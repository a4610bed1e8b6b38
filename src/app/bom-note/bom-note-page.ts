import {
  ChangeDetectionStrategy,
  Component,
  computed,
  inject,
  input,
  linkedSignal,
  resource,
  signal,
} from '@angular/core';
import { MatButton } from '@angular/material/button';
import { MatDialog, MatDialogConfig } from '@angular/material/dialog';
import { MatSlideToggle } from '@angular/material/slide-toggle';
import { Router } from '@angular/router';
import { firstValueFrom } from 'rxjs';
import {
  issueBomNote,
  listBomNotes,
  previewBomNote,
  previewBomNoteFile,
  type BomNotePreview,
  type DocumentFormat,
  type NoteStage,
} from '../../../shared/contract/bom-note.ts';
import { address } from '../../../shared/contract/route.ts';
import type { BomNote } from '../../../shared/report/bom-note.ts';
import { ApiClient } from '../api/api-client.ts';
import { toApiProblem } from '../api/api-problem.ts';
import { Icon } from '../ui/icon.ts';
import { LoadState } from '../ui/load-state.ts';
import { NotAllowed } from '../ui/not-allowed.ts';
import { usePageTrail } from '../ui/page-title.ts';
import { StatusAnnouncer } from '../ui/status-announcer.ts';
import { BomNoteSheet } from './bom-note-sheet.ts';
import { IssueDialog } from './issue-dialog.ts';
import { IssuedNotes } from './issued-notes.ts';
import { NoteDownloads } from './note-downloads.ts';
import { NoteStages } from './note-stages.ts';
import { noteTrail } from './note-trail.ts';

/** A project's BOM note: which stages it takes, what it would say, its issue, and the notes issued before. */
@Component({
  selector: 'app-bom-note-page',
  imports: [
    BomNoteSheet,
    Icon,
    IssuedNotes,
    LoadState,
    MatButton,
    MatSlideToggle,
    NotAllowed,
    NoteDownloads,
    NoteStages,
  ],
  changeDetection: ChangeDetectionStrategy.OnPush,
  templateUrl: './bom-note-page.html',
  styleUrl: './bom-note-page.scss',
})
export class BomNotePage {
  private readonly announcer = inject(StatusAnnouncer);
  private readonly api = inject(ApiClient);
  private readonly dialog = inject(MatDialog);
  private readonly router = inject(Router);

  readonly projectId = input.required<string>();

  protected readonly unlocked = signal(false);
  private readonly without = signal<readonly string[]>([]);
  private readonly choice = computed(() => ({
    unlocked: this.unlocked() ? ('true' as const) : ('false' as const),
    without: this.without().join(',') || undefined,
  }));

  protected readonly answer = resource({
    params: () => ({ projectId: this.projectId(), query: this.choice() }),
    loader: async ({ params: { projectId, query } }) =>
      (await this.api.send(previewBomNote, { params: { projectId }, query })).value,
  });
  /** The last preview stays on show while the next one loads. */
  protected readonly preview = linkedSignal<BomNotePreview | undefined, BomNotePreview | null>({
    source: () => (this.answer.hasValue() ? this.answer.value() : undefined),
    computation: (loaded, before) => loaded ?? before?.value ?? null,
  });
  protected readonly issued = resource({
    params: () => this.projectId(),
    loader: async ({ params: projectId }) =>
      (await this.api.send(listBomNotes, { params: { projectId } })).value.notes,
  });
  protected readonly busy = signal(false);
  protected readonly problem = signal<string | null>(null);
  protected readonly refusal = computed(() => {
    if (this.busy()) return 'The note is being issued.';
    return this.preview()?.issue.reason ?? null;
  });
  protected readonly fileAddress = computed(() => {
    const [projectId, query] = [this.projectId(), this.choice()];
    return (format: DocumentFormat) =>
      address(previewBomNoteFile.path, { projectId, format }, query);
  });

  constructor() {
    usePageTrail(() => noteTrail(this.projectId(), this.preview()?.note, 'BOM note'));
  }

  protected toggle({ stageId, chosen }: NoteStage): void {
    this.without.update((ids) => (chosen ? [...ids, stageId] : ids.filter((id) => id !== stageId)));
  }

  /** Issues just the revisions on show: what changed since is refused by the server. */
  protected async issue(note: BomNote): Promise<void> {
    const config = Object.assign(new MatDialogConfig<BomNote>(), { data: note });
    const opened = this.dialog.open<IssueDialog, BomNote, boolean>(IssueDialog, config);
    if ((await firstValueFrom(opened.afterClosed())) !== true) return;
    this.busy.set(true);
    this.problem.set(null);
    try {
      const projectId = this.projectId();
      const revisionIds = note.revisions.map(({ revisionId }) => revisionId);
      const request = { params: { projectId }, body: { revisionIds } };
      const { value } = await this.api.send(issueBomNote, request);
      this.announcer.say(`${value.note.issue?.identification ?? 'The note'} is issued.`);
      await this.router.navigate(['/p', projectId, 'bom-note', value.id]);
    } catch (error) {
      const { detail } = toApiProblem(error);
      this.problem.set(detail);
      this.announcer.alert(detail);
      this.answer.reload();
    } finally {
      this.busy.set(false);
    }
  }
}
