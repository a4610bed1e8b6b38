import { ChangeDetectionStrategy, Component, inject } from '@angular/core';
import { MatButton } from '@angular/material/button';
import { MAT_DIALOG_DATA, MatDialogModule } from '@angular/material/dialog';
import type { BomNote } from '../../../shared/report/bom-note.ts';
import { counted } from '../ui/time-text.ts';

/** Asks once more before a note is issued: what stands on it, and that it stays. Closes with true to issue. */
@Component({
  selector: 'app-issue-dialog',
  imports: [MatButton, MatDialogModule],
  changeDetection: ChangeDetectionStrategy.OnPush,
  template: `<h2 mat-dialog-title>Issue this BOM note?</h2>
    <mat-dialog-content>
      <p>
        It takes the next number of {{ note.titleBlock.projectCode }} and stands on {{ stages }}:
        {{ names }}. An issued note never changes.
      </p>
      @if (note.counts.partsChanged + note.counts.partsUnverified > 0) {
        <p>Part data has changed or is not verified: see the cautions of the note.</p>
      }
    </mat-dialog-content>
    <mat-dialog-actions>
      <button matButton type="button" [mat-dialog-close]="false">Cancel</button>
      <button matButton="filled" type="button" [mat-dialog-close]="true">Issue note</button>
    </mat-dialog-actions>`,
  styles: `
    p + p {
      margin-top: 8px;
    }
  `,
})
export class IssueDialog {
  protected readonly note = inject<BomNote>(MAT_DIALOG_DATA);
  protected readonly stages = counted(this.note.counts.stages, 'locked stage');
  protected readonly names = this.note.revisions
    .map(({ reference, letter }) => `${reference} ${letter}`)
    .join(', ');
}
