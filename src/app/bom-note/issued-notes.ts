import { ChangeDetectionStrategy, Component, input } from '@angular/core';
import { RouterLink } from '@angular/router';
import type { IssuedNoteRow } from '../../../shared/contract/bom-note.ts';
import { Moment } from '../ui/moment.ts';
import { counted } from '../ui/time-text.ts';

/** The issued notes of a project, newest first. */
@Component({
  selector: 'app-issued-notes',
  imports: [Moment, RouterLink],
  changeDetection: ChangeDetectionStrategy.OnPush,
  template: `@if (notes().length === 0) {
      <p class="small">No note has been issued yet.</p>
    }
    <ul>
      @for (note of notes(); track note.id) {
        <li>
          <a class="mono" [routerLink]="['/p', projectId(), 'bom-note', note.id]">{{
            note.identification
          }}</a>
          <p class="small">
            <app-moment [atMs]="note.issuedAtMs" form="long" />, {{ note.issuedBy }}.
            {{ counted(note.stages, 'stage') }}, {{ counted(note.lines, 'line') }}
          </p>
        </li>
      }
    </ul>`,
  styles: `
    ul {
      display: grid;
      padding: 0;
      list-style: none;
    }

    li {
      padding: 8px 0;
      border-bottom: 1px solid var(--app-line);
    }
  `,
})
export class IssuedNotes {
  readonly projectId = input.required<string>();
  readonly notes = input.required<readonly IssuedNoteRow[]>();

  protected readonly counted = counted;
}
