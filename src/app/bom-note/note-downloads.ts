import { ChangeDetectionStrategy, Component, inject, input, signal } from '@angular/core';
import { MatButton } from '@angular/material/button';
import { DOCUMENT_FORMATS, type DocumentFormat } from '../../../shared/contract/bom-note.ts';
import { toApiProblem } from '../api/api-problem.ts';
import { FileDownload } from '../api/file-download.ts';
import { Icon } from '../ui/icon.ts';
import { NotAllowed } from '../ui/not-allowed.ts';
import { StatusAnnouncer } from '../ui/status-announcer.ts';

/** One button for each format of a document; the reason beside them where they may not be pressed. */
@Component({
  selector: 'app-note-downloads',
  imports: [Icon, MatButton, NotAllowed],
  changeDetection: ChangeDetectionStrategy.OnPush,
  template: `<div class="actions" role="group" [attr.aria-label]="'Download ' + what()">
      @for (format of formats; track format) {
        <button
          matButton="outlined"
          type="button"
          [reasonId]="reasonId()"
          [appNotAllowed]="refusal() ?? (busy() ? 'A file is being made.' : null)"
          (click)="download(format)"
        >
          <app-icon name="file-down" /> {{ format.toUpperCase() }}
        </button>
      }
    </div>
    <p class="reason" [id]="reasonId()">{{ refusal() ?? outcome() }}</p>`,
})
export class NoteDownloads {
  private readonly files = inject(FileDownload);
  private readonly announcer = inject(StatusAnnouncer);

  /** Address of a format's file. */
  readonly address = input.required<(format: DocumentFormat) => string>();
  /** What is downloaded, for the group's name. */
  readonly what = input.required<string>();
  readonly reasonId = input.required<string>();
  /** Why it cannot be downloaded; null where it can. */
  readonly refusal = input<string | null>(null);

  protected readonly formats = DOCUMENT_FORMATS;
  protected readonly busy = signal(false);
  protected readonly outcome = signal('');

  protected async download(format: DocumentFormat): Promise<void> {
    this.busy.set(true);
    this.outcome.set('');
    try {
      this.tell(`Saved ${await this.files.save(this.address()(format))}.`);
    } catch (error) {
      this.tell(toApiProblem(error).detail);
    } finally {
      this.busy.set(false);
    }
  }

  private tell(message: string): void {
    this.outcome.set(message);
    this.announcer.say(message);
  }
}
::::
### THE PROBLEM
Whenever a line of the data above includes the word "imports", copy that line.

### WORKED SOLUTION
  imports: [
  imports: [MatButton, MatDialogModule],
  imports: [Moment, RouterLink],
  imports: [Icon, MatButton, NotAllowed],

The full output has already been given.